Cuando veo fotos de estos grandes camiones refrigerados cargados con cadáveres envueltos en bolsas aparcados frente a los hospitales, no puedo evitar pensar que la mayoría de los cadáveres son de esas personas consideradas como «trabajadores esenciales», una población que es tratada irónicamente por el Estado como desechable. Como dice el verso de Dante apropiado por Eliot: «No había pensado que la muerte había deshecho tantos». (“si lunga tratta di gente, ch’io non avrei mai creduto che morte tanta n’avesse disfatta.”)

Los otros

¿Como tener paciencia con los negacionistas del COVID-19, que parecen ignorar la dimensión trágica de la pandemia? Un individualismo extremo afecta a aquellos que coincidiendo con Trump, cuestionan la necesidad de implementar la cuarentena general y estiman que la protección de la bolsa de valores, la acumulación del capital y el status quo son más importantes que la vida misma de los ciudadanos. Ciegamente justifican a toda costa la continuidad del ‘business as usual’, la reactivación de las industrias y el mercado que acelerarían, a niveles catastróficos, los casos de coronavirus, colapsando el sistema médico y diezmando parte de la población, especialmente a aquellos en la tercera edad, personas con inmunodeficiencia u otros vulnerables al virus. Esta insensibilidad frente al horror de lo que Franco «Bifo» Berardi denomina “ la Gerontomaquia” es inaceptable y debemos confrontarla enérgicamente.

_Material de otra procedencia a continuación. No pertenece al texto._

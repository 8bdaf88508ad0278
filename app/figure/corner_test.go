package figure

import (
	"bytes"
	"image/png"
	"math"
	"math/rand/v2"
	"os"
	"os/exec"
	"path/filepath"
	"strings"
	"testing"

	"gonum.org/v1/plot/vg"
)

// cornerSamples draws n samples of a correlated 3-D Gaussian (invented).
func cornerSamples(n int) [][]float64 {
	rng := rand.New(rand.NewPCG(1, 2))
	out := make([][]float64, n)
	for k := range out {
		a, b, c := rng.NormFloat64(), rng.NormFloat64(), rng.NormFloat64()
		out[k] = []float64{-2 + 0.3*a, 0.2 + 0.01*(0.8*a+0.6*b), 5000 + 200*c}
	}
	return out
}

// TestCornerPanels: three parameters give six panels (the diagonal and the
// lower triangle), none above the diagonal, with the labels on the outer
// axes only.
func TestCornerPanels(t *testing.T) {
	names := []string{"log₁₀ X(Sr)", "v_ph / c", "T_ph / K"}
	f, err := Corner(names, cornerSamples(2000), CornerOptions{Truth: []float64{-2, 0.2, math.NaN()}})
	if err != nil {
		t.Fatal(err)
	}
	if f.Panels() != 6 {
		t.Errorf("%d panels, want 6", f.Panels())
	}
	for i := range 3 {
		for j := range 3 {
			if (f.Plots[i][j] == nil) != (j > i) {
				t.Errorf("panel (%d, %d) present = %v", i, j, f.Plots[i][j] != nil)
			}
		}
	}
	if f.Plots[2][0].X.Label.Text != names[0] || f.Plots[2][1].Y.Label.Text != "" || f.Plots[1][0].Y.Label.Text != names[1] {
		t.Error("axis labels not on the outer panels")
	}
	// The histogram's axis spans the samples: the median −2 lies inside.
	if p := f.Plots[0][0]; !(p.X.Min < -2 && p.X.Max > -2) {
		t.Errorf("histogram axis %v–%v", p.X.Min, p.X.Max)
	}
}

// TestCornerImage renders the figure and checks that it is drawn where
// expected: the top-right third (above the diagonal) stays white, the
// top-left panel (a histogram) and the bottom-left panel (a scatter) hold
// the samples' blue; and that PNG and SVG files are written.
func TestCornerImage(t *testing.T) {
	names := []string{"log₁₀ X(Nd)", "v_ph / c", "T_ph / K"}
	f, err := Corner(names, cornerSamples(2000), CornerOptions{Title: "invented"})
	if err != nil {
		t.Fatal(err)
	}
	img := f.Image(6*vg.Inch, 6*vg.Inch, 60).Image()
	b := img.Bounds()
	w, h := b.Dx(), b.Dy()
	blueIn := func(x0, y0, x1, y1 int) int {
		n := 0
		for y := y0; y < y1; y++ {
			for x := x0; x < x1; x++ {
				r, g, bl, _ := img.At(x, y).RGBA()
				if bl > r+0x2000 && bl > g {
					n++
				}
			}
		}
		return n
	}
	nonWhite := 0
	for y := 0; y < h/3-4; y++ {
		for x := 2*w/3 + 4; x < w; x++ {
			if r, g, bl, _ := img.At(x, y).RGBA(); r < 0xf000 || g < 0xf000 || bl < 0xf000 {
				nonWhite++
			}
		}
	}
	if nonWhite > 0 {
		t.Errorf("%d drawn pixels above the diagonal", nonWhite)
	}
	if n := blueIn(0, 0, w/3, h/3); n < 50 {
		t.Errorf("top-left histogram: %d blue pixels", n)
	}
	if n := blueIn(0, 2*h/3, w/3, h); n < 50 {
		t.Errorf("bottom-left scatter: %d blue pixels", n)
	}
	dir := t.TempDir()
	for _, name := range []string{"c.png", "c.svg", "c.pdf"} {
		p := filepath.Join(dir, name)
		if err := f.Save(4*vg.Inch, 4*vg.Inch, p); err != nil {
			t.Fatal(err)
		}
		raw, err := os.ReadFile(p)
		if err != nil {
			t.Fatal(err)
		}
		switch filepath.Ext(name) {
		case ".png":
			im, err := png.Decode(bytes.NewReader(raw))
			if err != nil || im.Bounds().Dx() != 600 {
				t.Errorf("PNG: %v, %v (want 600 px wide: 4 in at 150 dpi)", err, im.Bounds())
			}
		case ".svg":
			if !strings.Contains(string(raw), "<svg") {
				t.Error("SVG file without <svg")
			}
		case ".pdf":
			if !bytes.HasPrefix(raw, []byte("%PDF")) {
				t.Error("PDF file without its header")
			}
			// The parameter names, subscripts included, read back
			// from the PDF by poppler's pdftotext.
			txt, err := exec.Command(poppler(t, "pdftotext"), "-enc", "UTF-8", p, "-").Output()
			if err != nil {
				t.Fatalf("pdftotext: %v", err)
			}
			for _, n := range names {
				if !strings.Contains(string(txt), n) {
					t.Errorf("corner PDF text lacks %q:\n%s", n, txt)
				}
			}
		}
	}
	if err := f.Save(4*vg.Inch, 4*vg.Inch, filepath.Join(dir, "c.bmp")); err == nil {
		t.Error("unknown format accepted")
	}
}

// TestCornerErrors: bad samples are refused with an error.
func TestCornerErrors(t *testing.T) {
	for name, c := range map[string]struct {
		names []string
		s     [][]float64
		opt   CornerOptions
	}{
		"no parameters": {nil, [][]float64{{1}, {2}}, CornerOptions{}},
		"one sample":    {[]string{"a"}, [][]float64{{1}}, CornerOptions{}},
		"NaN":           {[]string{"a"}, [][]float64{{1}, {math.NaN()}}, CornerOptions{}},
		"short row":     {[]string{"a", "b"}, [][]float64{{1, 2}, {2}}, CornerOptions{}},
		"truth":         {[]string{"a"}, [][]float64{{1}, {2}}, CornerOptions{Truth: []float64{1, 2}}},
		"bins":          {[]string{"a"}, [][]float64{{1}, {2}}, CornerOptions{Bins: -1}},
	} {
		if _, err := Corner(c.names, c.s, c.opt); err == nil {
			t.Errorf("%s: no error", name)
		}
	}
	// A constant parameter still draws (its axis is widened).
	if _, err := Corner([]string{"a", "b"}, [][]float64{{1, 3}, {1, 4}, {1, 5}}, CornerOptions{}); err != nil {
		t.Errorf("constant parameter: %v", err)
	}
}
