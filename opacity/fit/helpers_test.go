package fit

import (
	"context"
	"errors"
	"math"
	"math/rand/v2"
	"testing"

	"broadline/linelists"
	"broadline/opacity"
	"broadline/opacity/synth"
	"broadline/physics"
	"broadline/spectra"
)

// smallStore returns a small line store for injection–recovery tests: the
// Ca II triplet and the Sr II near-infrared lines with their ground-state
// resonance lines (vacuum wavelengths and log gf from REFERENCES.md, log gf
// from memory; lower-level energies of the 3d/4d levels from NIST, from
// memory), and nNd invented Nd II lines (seeded; INVENTED atomic data)
// spread over 7000–12500 Å with low-lying lower levels.
func smallStore(t testing.TB, nNd int) *linelists.Store {
	t.Helper()
	b := linelists.NewBuilder()
	ca := linelists.MustSpecies("Ca II")
	sr := linelists.MustSpecies("Sr II")
	nd := linelists.MustSpecies("Nd II")
	add := func(sp linelists.Species, l, lgf, e float64, g float32) {
		b.Add(linelists.Line{Wavelength: l, LogGF: lgf, Species: sp, LowerEnergy: e, LowerG: g})
	}
	add(ca, 3934.78, 0.135, 0, 2)
	add(ca, 8500.36, -1.318, 1.692, 4)
	add(ca, 8544.44, -0.360, 1.700, 6)
	add(ca, 8664.52, -0.622, 1.692, 4)
	add(sr, 4078.86, 0.151, 0, 2)
	add(sr, 10039.40, -1.31, 1.805, 4)
	add(sr, 10330.14, -0.35, 1.839, 6)
	add(sr, 10917.86, -0.64, 1.805, 4)
	add(nd, 4300, -0.5, 0, 8)
	rng := rand.New(rand.NewPCG(7, 11))
	for range nNd {
		l := 7000 * math.Exp(rng.Float64()*math.Log(12500.0/7000))
		add(nd, l, -2.5+2*rng.Float64(), 1.2*rng.Float64(), float32(2*rng.IntN(6)+2))
	}
	st, _ := b.Build()
	return st
}

// injection is an invented event for injection–recovery tests: its true
// composition, epochs and the noisy spectra the model makes of them.
type injection struct {
	model  *synth.Model
	comp   opacity.Composition
	epochs []Epoch
	truth  []synth.Ejecta
}

// testSettings are cheap synthesis settings for the tests.
var testSettings = synth.Settings{Nodes: 8, Options: synth.Options{CoreRays: 8, EnvelopeRays: 12}}

const testDistance = 40 * physics.Megaparsec

// testEjecta returns invented ejecta at days with photosphere beta and
// temperature T (not the demo's parameters).
func testEjecta(days, beta, T float64) synth.Ejecta {
	return synth.Ejecta{Time: days * physics.Day, Mass: 0.03 * physics.SolarMass, BetaIn: 0.05, BetaPh: beta,
		BetaMax: 0.32, DensityIndex: 3, Temperature: T}
}

// makeInjection synthesises composition comp at the given ejecta, observed
// at R = 800 with 2 pixels per resolution element over 7700–11600 Å, with
// Gaussian noise of σ = continuum/snr (seeded), with testSettings or the
// settings given.
func makeInjection(t testing.TB, m *synth.Model, comp string, ejs []synth.Ejecta, snr float64, seed uint64, settings ...synth.Settings) *injection {
	set := testSettings
	if len(settings) > 0 {
		set = settings[0]
	}
	t.Helper()
	c, err := opacity.ParseComposition(comp)
	if err != nil {
		t.Fatal(err)
	}
	inj := &injection{model: m, comp: c, truth: ejs}
	rng := rand.New(rand.NewPCG(seed, 1))
	const R = 800
	var wave []float64
	for l := 7700.0; l < 11600; l *= 1 + 1/(2.0*R) {
		wave = append(wave, l)
	}
	for i, ej := range ejs {
		res, err := m.Spectrum(context.Background(), c, ej, set)
		if err != nil {
			t.Fatal(err)
		}
		res.Flux = res.AtDistance(testDistance)
		flux, _, err := res.Observe(R, wave)
		if err != nil {
			t.Fatal(err)
		}
		cont := spectra.BlackbodyFluxes(nil, wave, ej.Temperature, ej.PhotosphereRadius(), testDistance)
		y := make([]float64, len(wave))
		sig := make([]float64, len(wave))
		for k := range wave {
			sig[k] = cont[k] / snr
			y[k] = flux[k] + sig[k]*rng.NormFloat64()
		}
		obs, err := spectra.New(append([]float64(nil), wave...), y, sig, spectra.Metadata{Source: "invented injection"})
		if err != nil {
			t.Fatal(err)
		}
		inj.epochs = append(inj.epochs, Epoch{Observed: obs, ResolvingPower: R, DistanceCm: testDistance, Ejecta: ej})
		_ = i
	}
	return inj
}

func errorsIsCanceled(err error) bool { return errors.Is(err, context.Canceled) }
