//go:build !race

package fit

// raceEnabled is true under the race detector (see race_test.go).
const raceEnabled = false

Es recomendable la lectura de Emanuel Levinas, especialmente en estos momentos en que la empatía por el otro se revela urgentemente como una obligación ética. Escribió: “Amar al Otro, lo señala en su debilidad. La debilidad no indica aquí el grado inferior de un atributo cualquiera, la deficiencia relativa de una determinación común a mí y al otro. (…) Amar es temer por otro, socorrer a su debilidad”.

Rutinas

Considerando la tragedia que vivimos es inevitable que nos entreguemos a la melancolía. El número de víctimas del COVID-19 aumenta cada día, y la incertidumbre sobre el fin de la pandemia ensombrece nuestro espíritu y hace que el encierro sea más difícil de soportar. Sabemos que las rutinas ayudan a hacer frente a la vida cotidiana en épocas de aislamiento ya que esta es una práctica común en internados como prisiones, hospitales psiquiátricos, monasterios y cuarteles, donde el día a día se estructura en torno a tareas definidas temporalmente.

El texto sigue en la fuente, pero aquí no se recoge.